Hi all, we’re trying to turn on TLS in an existing three data hall cluster, and the process seems to get stuck moving the operators off the non-TLS processes.
Here’s our versions:
- Operator version - v2.3.0
- FDB version - 7.1.67
We’ve mounted the certs on the operator, the FDB containers, and the sidecar containers. Our cluster is running in three data hall mode with 9 storage and 9 log servers configured in databaseConfiguration
, and with the rest as defaults. So we end up with something like 9 storage + 9 log + 9 stateless servers in the cluster.
What seems to happen is that new TLS processes spin up and successfully join the cluster (we can see them in status
), and all of the non-TLS processes get excluded and successfully removed from the cluster, except for the 8 of the 9 coordinators that are running non-TLS only processes. They are excluded, but the operator seems to refuse to remove them or change coordinators because they are coordinators. Somehow one of the coordinators is TLS enabled, but it’s address in the connection string is the non-TLS port.
I’m not sure if it makes any difference, but all of the coordinators are on the log servers, whilst the coordinator that was able to update to the TLS configuration is a storage server.

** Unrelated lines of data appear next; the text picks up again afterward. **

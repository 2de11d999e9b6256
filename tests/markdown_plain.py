"""The outline of a page made from the parser's tokens as they come, without any of our rules, to compare ours with."""

from __future__ import annotations

import re
from collections.abc import Iterator, Sequence
from dataclasses import replace
from functools import cache

from markdown_it import MarkdownIt
from markdown_it.token import Token
from markdown_pages import outline
from mdit_py_plugins.dollarmath import dollarmath_plugin
from mdit_py_plugins.footnote import footnote_plugin

from calccheck.document import Block

_OPENINGS = {
    "paragraph_open": "paragraph",
    "blockquote_open": "quote",
    "bullet_list_open": "list bullet",
    "list_item_open": "item",
    "table_open": "table",
    "em_open": "emphasis",
    "strong_open": "strong",
    "s_open": "strike",
}
_LEAVES = {
    "hr": "rule",
    "code_block": "code",
    "html_block": "html",
    "code_inline": "code",
    "math_inline": "math",
    "math_inline_double": "math",
    "html_inline": "html",
    "softbreak": "softbreak",
    "hardbreak": "break",
}


@cache
def _plain_parser() -> MarkdownIt:
    parser = MarkdownIt("commonmark", {"maxNesting": 62}).enable(["table", "strikethrough"])
    parser.use(dollarmath_plugin, double_inline=True)
    return parser.use(footnote_plugin, inline=False, move_to_end=False)


def plain_outline(body: str) -> str:
    """The outline of a page without front matter by the parser alone, white space left out."""
    return re.sub(r"\s", "", "".join(_token(token) for token in _tokens(_plain_parser().parse(body))))


def same_outline(tree: tuple[Block, ...]) -> str:
    """Our outline as ``plain_outline`` can know it: no spare cells, no closing of fences, white space left out."""
    return re.sub(r"\s", "", outline(tuple(map(_without_spare, tree))).replace(" unclosed[", "["))


def _without_spare(block: Block) -> Block:
    children = tuple(map(_without_spare, block.children))
    if block.kind == "table":
        columns = len(children[0].children)
        children = tuple(replace(row, children=row.children[:columns]) for row in children)
    return replace(block, children=children)


def _tokens(tokens: Sequence[Token]) -> Iterator[Token]:
    head = True
    for token in tokens:
        if token.type == "inline":
            yield from _tokens(token.children or ())
        elif token.type == "tbody_open" or token.type == "thead_open":
            head = token.type == "thead_open"
        elif token.type not in ("tbody_close", "thead_close"):
            token.hidden = head
            yield token


def _token(token: Token) -> str:
    if token.nesting < 0:
        return "]"
    align = str(token.attrs.get("style", "")).removeprefix("text-align:")
    match token.type:
        case "text" | "text_special":  # the parser leaves escapes apart in an image within an image
            return token.content
        case "heading_open":
            return f"heading{token.tag[1]}["
        case "ordered_list_open":
            return f"listordered{token.attrs.get('start', 1) or ''}["
        case "footnote_reference_open":
            return f"note{token.meta['label']}["
        case "tr_open":
            return f"row{'head' if token.hidden else ''}["
        case "th_open" | "td_open":
            return f"cell{align}["
        case "link_open":
            return f"link{token.attrs['href']}["
        case "image":
            return f"image{token.attrs['src']}[{''.join(map(_token, token.children or ()))}]"
        case "fence":
            return f"fence{token.info}[{'/'.join(token.content.removesuffix(chr(10)).split(chr(10)))}]"
        case "footnote_ref":
            return f"note{token.meta['label']}[]"
        case "math_block" | "math_block_label":
            lines = token.content.split("\n")
            lines = lines if lines[0].strip() else lines[1:]
            lines = lines if not lines or lines[-1].strip() else lines[:-1]
            return f"math{token.info}[{'/'.join(lines)}]"
        case opening if opening in _OPENINGS:
            return f"{_OPENINGS[opening]}["
        case leaf if token.block:
            return f"{_LEAVES[leaf]}[{token.content.removesuffix(chr(10)).replace(chr(10), '/')}]"
        case leaf:
            return f"{_LEAVES[leaf]}[{token.content}]"
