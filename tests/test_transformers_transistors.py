"""Ideal transformers, transistors and diodes by their hand models: published examples, other formulations, what is missing."""

from __future__ import annotations

import math
from dataclasses import replace
from fractions import Fraction

import numpy as np
import pytest
from circuits import ac, circuit, diode, part, transformer, transistor
from hypothesis import given, settings
from hypothesis import strategies as st

from calccheck.model import Device
from calccheck.solve import Unsolvable, solve, state, state_faults, total


def refused(*parts, hertz=None, reference="com"):
    with pytest.raises(Unsolvable) as caught:
        solve(circuit(*parts, reference=reference), hertz)
    return caught.value.findings


# --- transformers ---------------------------------------------------------------------------------------------------


def test_a_matching_transformer():
    """By hand: 10:1 and 2 Ω are 200 Ω before it; 10 V behind 50 Ω gives 40 mA, 8 V, then 0.8 V and 0.4 A."""
    at = total(solve(circuit(part("V", "V1", "a", "com", 10), part("R", "RS", "a", "b", 50), transformer("T1", 10, "b", "com", "c", "com"),
                             part("R", "RL", "c", "com", 2))))  # fmt: skip
    assert (at.potentials["b"], at.potentials["c"], at.currents["RL"]) == (8, Fraction(4, 5), Fraction(2, 5))
    assert [at.currents[f"T1,{w}"] for w in ("first+", "first-", "second+", "second-")] == [
        Fraction(1, 25), Fraction(-1, 25), Fraction(-2, 5), Fraction(2, 5)]  # fmt: skip


@settings(max_examples=25, deadline=None)
@given(st.lists(st.tuples(st.sampled_from("RLCT"), st.integers(1, 99)), min_size=1, max_size=6), st.integers(20, 2000))
def test_ladders_with_transformers_against_chain_matrices(sections, hertz):
    """(v, i) before = product of chain matrices · (v, i) behind; series Z: [[1, Z], [0, 1]], shunt C: [[1, 0], [Y, 1]], n:1: [[n, 0], [0, 1/n]]."""
    w, chain, parts = 2j * math.pi * hertz, np.eye(2, dtype=complex), []
    for k, (kind, x) in enumerate(sections):
        a, b = f"n{k}", f"n{k + 1}"
        if kind == "T":
            n = Fraction(x, 10)
            chain = chain @ np.array([[float(n), 0], [0, 1 / float(n)]])
            parts.append(transformer(f"T{k}", n, a, "com", b, "com"))
        elif kind == "C":
            chain = chain @ np.array([[1, 0], [w * x * 1e-7, 1]])
            parts += [part("C", f"C{k}", a, "com", Fraction(x, 10**7)), part("S", f"S{k}", a, b)]
        else:
            z = x if kind == "R" else w * x * 1e-3
            chain = chain @ np.array([[1, z], [0, 1]])
            parts.append(part(kind, f"Z{k}", a, b, x if kind == "R" else Fraction(x, 1000)))
    load, end = 47, f"n{len(sections)}"
    made = circuit(ac("V", "V1", "n0", "com", 1, hertz), *parts, part("R", "RL", end, "com", load))
    at = total(solve(made, Fraction(hertz)))
    before = chain @ np.array([1, 1 / load])
    assert at.potentials[end] == pytest.approx(1 / before[0], rel=1e-9)
    assert -at.currents["V1"] == pytest.approx(before[1] / before[0], rel=1e-9)


def test_transformers_that_contradict_their_sources():
    (found,) = refused(
        part("V", "V1", "a", "com", 10), transformer("T1", 10, "a", "com", "c", "com"), part("V", "V2", "c", "com", 2)
    )
    assert found.message.startswith("V1, T1 and V2 set the same voltage or current")


def test_a_side_without_a_path_to_the_reference():
    (found,) = refused(
        part("V", "V1", "a", "com", 10), transformer("T1", 10, "a", "com", "c", "d"), part("R", "R1", "c", "d", 2)
    )
    assert found.message.startswith("Nodes c and d have no path to the reference com; parts there: T1 and R1.")


def test_a_transformer_without_a_load():
    at = total(solve(circuit(part("V", "V1", "a", "com", 10), transformer("T1", 4, "a", "com", "c", "com"))))
    assert at.potentials["c"] == Fraction(5, 2) and at.currents["V1"] == 0


# --- transistors: published -----------------------------------------------------------------------------------------

# T. R. Kuphaldt et al., Lessons in Electric Circuits, vol. III, ch. 4, Biasing calculations. The book takes I_E = β·I_B, so
# that its β is our β + 1. Emitter currents as printed, in milliamperes, with the weight of their last digit.
SUPPLY = part("V", "VCC", "cc", "g", 10)
BIAS = [
    (99, 1.02, 0.01, [SUPPLY, part("R", "RB", "cc", "b", 910000), ("b", "cc", "g")]),
    (299, 3.07, 0.01, [SUPPLY, part("R", "RB", "cc", "b", 910000), ("b", "cc", "g")]),
    (99, 0.989, 0.001, [SUPPLY, part("R", "RC", "cc", "c", 4700), part("R", "RB", "c", "b", 470000), ("b", "c", "g")]),
    (299, 1.48, 0.01, [SUPPLY, part("R", "RC", "cc", "c", 4700), part("R", "RB", "c", "b", 470000), ("b", "c", "g")]),
    (99, 1.01, 0.01, [SUPPLY, part("R", "RB", "cc", "b", 870000), part("R", "RE", "e", "g", 470), ("b", "cc", "e")]),
    (299, 2.76, 0.01, [SUPPLY, part("R", "RB", "cc", "b", 870000), part("R", "RE", "e", "g", 470), ("b", "cc", "e")]),
    (99, 1.01, 0.01, [SUPPLY, part("V", "VBB", "bb", "g", 2), part("R", "RB", "bb", "b", 82000), part("R", "RE", "e", "g", 470), ("b", "cc", "e")]),
    (299, 1.75, 0.01, [SUPPLY, part("V", "VBB", "bb", "g", 2), part("R", "RB", "bb", "b", 82000), part("R", "RE", "e", "g", 470), ("b", "cc", "e")]),
    (299, 1.25, 0.01, [SUPPLY, part("V", "VBB", "bb", "g", 2), part("R", "RB", "bb", "b", 39000), part("R", "RE", "e", "g", 910), ("b", "cc", "e")]),
    (299, 1.38, 0.01, [SUPPLY, part("V", "VBB", "bb", "g", "1.5"), part("R", "RB", "bb", "b", 33000), part("R", "RE", "e", "g", 470), ("b", "cc", "e")]),
]  # fmt: skip


@pytest.mark.parametrize(("beta", "printed", "weight", "parts"), BIAS)
def test_printed_bias_currents(beta, printed, weight, parts):
    *others, terminals = parts
    made = circuit(*others, transistor("Q1", *terminals, beta), reference="g")
    solution = solve(made)
    assert solution.gap < 1e-12 and not state_faults(made, total(solution))
    assert -1000 * float(total(solution).currents["Q1,emitter"]) == pytest.approx(printed, abs=0.501 * weight)


def test_base_bias_source_by_source():
    """By hand: (10 V − 0.7 V)/910 kΩ; the supply and the drop act each by itself, the drop named by its transistor."""
    solution = solve(
        circuit(SUPPLY, part("R", "RB", "cc", "b", 910000), transistor("Q1", "b", "cc", "g", 100), reference="g")
    )
    assert set(solution.parts) == {"VCC", "Q1"}
    alone = {name: s.currents["Q1,base"] for name, s in solution.parts.items()}
    assert alone == {"VCC": Fraction(10, 910000), "Q1": Fraction(-7, 9100000)}
    assert total(solution).currents["Q1,collector"] == 100 * Fraction(93, 9100000)


SATURATED = [
    part("V", "VCC", "cc", "g", 10),
    part("V", "VB", "d", "g", 5),
    part("R", "RB", "d", "b", 10000),
    part("R", "RC", "cc", "c", 1000),
]


def test_both_drops_of_a_saturated_transistor_bear_its_name():
    """By hand: I_B = 4.3 V/10 kΩ, I_C = 9.8 V/1 kΩ; due to Q1 alone −0.7 V/10 kΩ and −0.2 V/1 kΩ."""
    solution = solve(circuit(*SATURATED, transistor("Q1", "b", "c", "g", 100, v_ce="0.2"), reference="g"))
    at, alone = total(solution).currents, state(solution, ["Q1"]).currents
    assert (at["Q1,base"], at["Q1,collector"], at["Q1,emitter"]) == (
        Fraction(43, 10**5),
        Fraction(98, 10**4),
        -Fraction(1023, 10**5),
    )
    assert (alone["Q1,base"], alone["Q1,collector"]) == (Fraction(-7, 10**5), Fraction(-2, 10**4))


def test_npn_and_pnp_mirror_each_other():
    """Every source turned round and the polarity with it: all voltages and currents change their sign."""
    mirrored = [replace(e, value=-e.value) if e.kind == "voltage source" else e for e in SATURATED]
    for model in ({}, {"v_ce": "0.2"}):
        npn = total(solve(circuit(*SATURATED, transistor("Q1", "b", "c", "g", 20, **model), reference="g")))
        pnp = total(
            solve(circuit(*mirrored, transistor("Q1", "b", "c", "g", 20, polarity="pnp", **model), reference="g"))
        )
        assert pnp.currents == {n: -i for n, i in npn.currents.items()}
        assert pnp.potentials == {n: -v for n, v in npn.potentials.items()}


def test_drops_are_zeroed_at_ac():
    """By hand: a base driven by 1 V over 1 kΩ; β = 50 draws 50 mA through 100 Ω: −5 V; no r_be in the hand model."""
    made = circuit(part("V", "VCC", "cc", "com", 10), ac("V", "V1", "a", "com", 1, 1000), part("R", "RB", "a", "b", 1000),
                   part("R", "RC", "cc", "c", 100), transistor("Q1", "b", "c", "com", 50), part("R", "RD", "cc", "d", 10), diode("D1", "d", "com"))  # fmt: skip
    solution = solve(made, Fraction(1000))
    assert set(solution.parts) == {"V1"} and total(solution).potentials["c"] == pytest.approx(-5)
    assert set(solve(made).parts) == {"VCC", "Q1", "D1"}


@pytest.mark.parametrize(
    ("parts", "words"),
    [
        ([transistor("Q1", "d", "c", "g", 9)], "VB and Q1 (base to emitter) make a loop without resistance: the voltages around it add up to 4.3 V"),
        ([transistor("Q1", "b", "x", "g", 9)], "Node x is fed only by current sources (Q1 (collector to emitter))"),
        ([transistor("Q1", "b", "c", "g", 9), replace(transistor("Q2", "b", "c", "g", 9), device=Device(polarity="npn", state="active"))],
         "Q2 has no number for V_BE"),
        ([replace(transistor("Q1", "b", "c", "g", 9), device=Device(state="active", v_be=Fraction(1), beta=Fraction(9)))], "Q1 is neither npn nor pnp"),
        ([replace(transistor("Q1", "b", "c", "g", 9), device=Device(polarity="npn", v_be=Fraction(1), beta=Fraction(9)))], "Q1 (transistor) has no state"),
        ([transistor("Q1", "b", "c", "g", 9, v_be="-0.7", polarity="pnp")], "for a pnp too they are written as positive values"),
        ([replace(transistor("Q1", "b", "c", "g", 9), terminals=(("base", "b"), ("collector", "c")))], "needs the terminals base, collector, emitter"),
        ([transformer("T1", 0, "b", "g", "c", "g")], "T1 has no number for its ratio"),
        ([part("F", "F1", "g", "b", 2, "Q1"), transistor("Q1", "b", "c", "g", 9)], "which has several terminals. Name the terminal: Q1,base or Q1,collector."),
        ([diode("D1", "b", "g"), diode("D2", "b", "g")], "D1 (a diode) and D2 (a diode) make a loop without resistance: the voltages around it agree"),
    ],
)  # fmt: skip
def test_parts_that_cannot_be_solved(parts, words):
    assert words in " ".join(f.message for f in refused(*SATURATED, *parts, reference="g"))


def test_a_controlled_source_may_follow_the_current_into_a_terminal():
    made = circuit(
        *SATURATED,
        transistor("Q1", "b", "c", "g", 20),
        part("F", "F1", "g", "x", 3, "Q1,collector"),
        part("R", "RX", "x", "g", 10),
        reference="g",
    )
    at = total(solve(made)).currents
    assert at["RX"] == 3 * at["Q1,collector"] == 60 * at["Q1,base"]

Some examples of log lines from the operator that we see while it’s stuck, roughly in sequence for each reconciliation run:
- IncorrectProcess - for the coordinators that are stuck as non-TLS processes
- Process has invalid IP address - again, for the stuck coordinators
- Cluster has an unhealthy coordinator - for all but the coordinator that got the TLS process
- Cluster has not enough running coordinators - this says that we have 0 running coordinators, I assume because they are all market unhealthy
- Deferring coordinator change - this one is confusing to me. I believe the cluster needs new coordinators at this stage, yet
CheckCoordinatorValidity
reports that not all of the coordinator addresses are valid because of the non-TLS processes, and this causes the operator to not change the coordinators. - Block removal of Coordinator - The operator also doesn’t want to remove the non-TLS processes because they are coordinators.
Is this a bug, or is there something off about our configuration that is hitting an edge case? Is there a manual action that we can take (e.g. manually changing coordinators to include one TLS process) to unstick the process?